Mücahit Soysal’ın ölümü

Cevzet Soysal’ın hikayesini daha önce anlatmıştım. Hani Batman’da TPAO işçisi olarak çalışırken, 1998 yılında bir sabah işe giderken evinin önünde bir arabaya zorla bindirilmiş ve kendisinden bir...

Cevzet Soysal’ın hikayesini daha önce anlatmıştım. Hani Batman’da TPAO işçisi olarak çalışırken, 1998 yılında bir sabah işe giderken evinin önünde bir arabaya zorla bindirilmiş ve kendisinden bir daha hiç haber alınamamıştı. Sonradan ona ne olduğuna dair hiçbir sağlıklı bilgi alınamamıştı. Kim kaçırmış, nereye götürmüş, akıbeti ne olmuş, öğrenebilen olmamıştı.
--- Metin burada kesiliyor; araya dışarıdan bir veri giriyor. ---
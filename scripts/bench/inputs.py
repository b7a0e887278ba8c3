"""Inputs for scripts/bench.sh, written into the folder given: the demo profile with 400 replies (the
demo's and Go benchmark's texts, invented), the persona dev set's replies against one of its
profiles (testdata/persona-dev, invented), profiles of 6, 60 and 300 facts (the demo's six and
persona sentences of Synthetic-Persona-Chat, CC BY 4.0, Jandaghi et al. 2023), and 1,000 and 20,000
replies for the memory figures."""
import csv
import json
import os
import shutil
import sys

ROOT = os.path.normpath(os.path.join(os.path.dirname(os.path.abspath(__file__)), "..", ".."))
TEXTS = [
    "Morning, traveller! I have just come back from my swim in the sea.", "I have never seen the sea in my whole life.",
    "My three sisters visit me every summer.", "The lamp up there burns red all night.",
    "Pitch, my black cat, sleeps by the stove. He hates the gulls.", "My white cat sleeps by the stove.",
    "I am a young man of twenty, new to the job.", "The wind is loud tonight. I live in a small flat in the city.",
    "The gulls were loud at dawn, and the tide came in early.", "I have two sisters. Both of them hate boats.",
]


def write_replies(path, n):
    with open(path, "w", encoding="utf-8") as f:
        for i in range(n):
            f.write(json.dumps({"id": f"r{i}", "text": TEXTS[i % len(TEXTS)]}) + "\n")


def main(out):
    demo = os.path.join(ROOT, "testdata", "demo", "maren.yaml")
    shutil.copy(demo, os.path.join(out, "demo.yaml"))
    write_replies(os.path.join(out, "demo.replies.jsonl"), 400)
    for n in (1000, 20000):
        write_replies(os.path.join(out, f"big{n}.jsonl"), n)
    dev = os.path.join(ROOT, "testdata", "persona-dev")
    shutil.copy(os.path.join(dev, "ilse-marrow.yaml"), os.path.join(out, "persona.yaml"))
    with open(os.path.join(out, "persona.replies.jsonl"), "w", encoding="utf-8") as f:
        for name in sorted(os.listdir(dev)):
            if name.endswith(".jsonl"):
                with open(os.path.join(dev, name), encoding="utf-8") as g:
                    for line in g:
                        d = json.loads(line)
                        f.write(json.dumps({"id": d["id"], "text": d["text"]}, ensure_ascii=False) + "\n")
    facts = []
    with open(demo, encoding="utf-8") as f:
        facts = [l.split(":", 1)[1].strip() for l in f if l.strip().startswith("text:")]
    extra = []
    with open(os.path.join(ROOT, "..", "shared", "data", "persona_chat_synthetic", "Synthetic-Persona-Chat_valid.csv"),
              encoding="utf-8", newline="") as f:
        for r in csv.DictReader(f):
            for s in r["user 1 personas"].split("\n") + r["user 2 personas"].split("\n"):
                s = s.strip()
                if s and s not in extra:
                    extra.append(s)
    for n in (6, 60, 300):
        all_facts = facts + extra[: n - len(facts)]
        with open(os.path.join(out, f"facts{n}.yaml"), "w", encoding="utf-8") as f:
            f.write("character: bench\nfacts:\n")
            for i, t in enumerate(all_facts):
                f.write(f"  - id: f{i}\n    text: {json.dumps(t)}\n")


if __name__ == "__main__":
    main(sys.argv[1])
O yıllarda lise öğrencisi olan oğlu Mücahit üç kız bir erkek kardeşiyle birlikte bir yandan babalarını bu şekilde kaybetmiş olmanın perişanlığıyla baş başa kalmışken bir yandan da geçim sıkıntısının üstesinden gelmeye çalıştı. Baba ölmüş olsa ve ölümü tespit edilmiş olsa 24 yıllık işçiliği var, hemen maaş bağlanırdı. Ölümü tespit edilemediği için bu işlem yapılamadı.

Bu, Mücahit için uzun ve çileli bir yolculuğun başlangıcını oluşturdu, çünkü omuzlarına bütün ailenin ekonomik sorumluluğu binmiştir.

Okulunu bırakıp ilk zamanlar bir lokantada bulaşıkçı olarak çalışmaya başladı. Hiçbir zaman okuma arzusunu tamamen terk etmemiş olsa bile buna hiçbir zaman ne vakit ne fırsat bulabildi. En son gördüğümde evlere, işyerlerine damacana su servisi yaparak geçimini sağlamaya devam ediyordu. Batman Üniversitesi Rektörü Prof. Aydın Durmuş da bir şekilde kendisini tanımış, aramızda ortak bir konuya dönüşmüştü. Mücahit bir gün kendisini telefonla aramış ve kendisinden çalışmayan asansörler yüzünden damacana suları teker teker üst katlara çıkarmak zorunda kaldığından şikâyetle asansörü tamir ettirmesini rica etmiş.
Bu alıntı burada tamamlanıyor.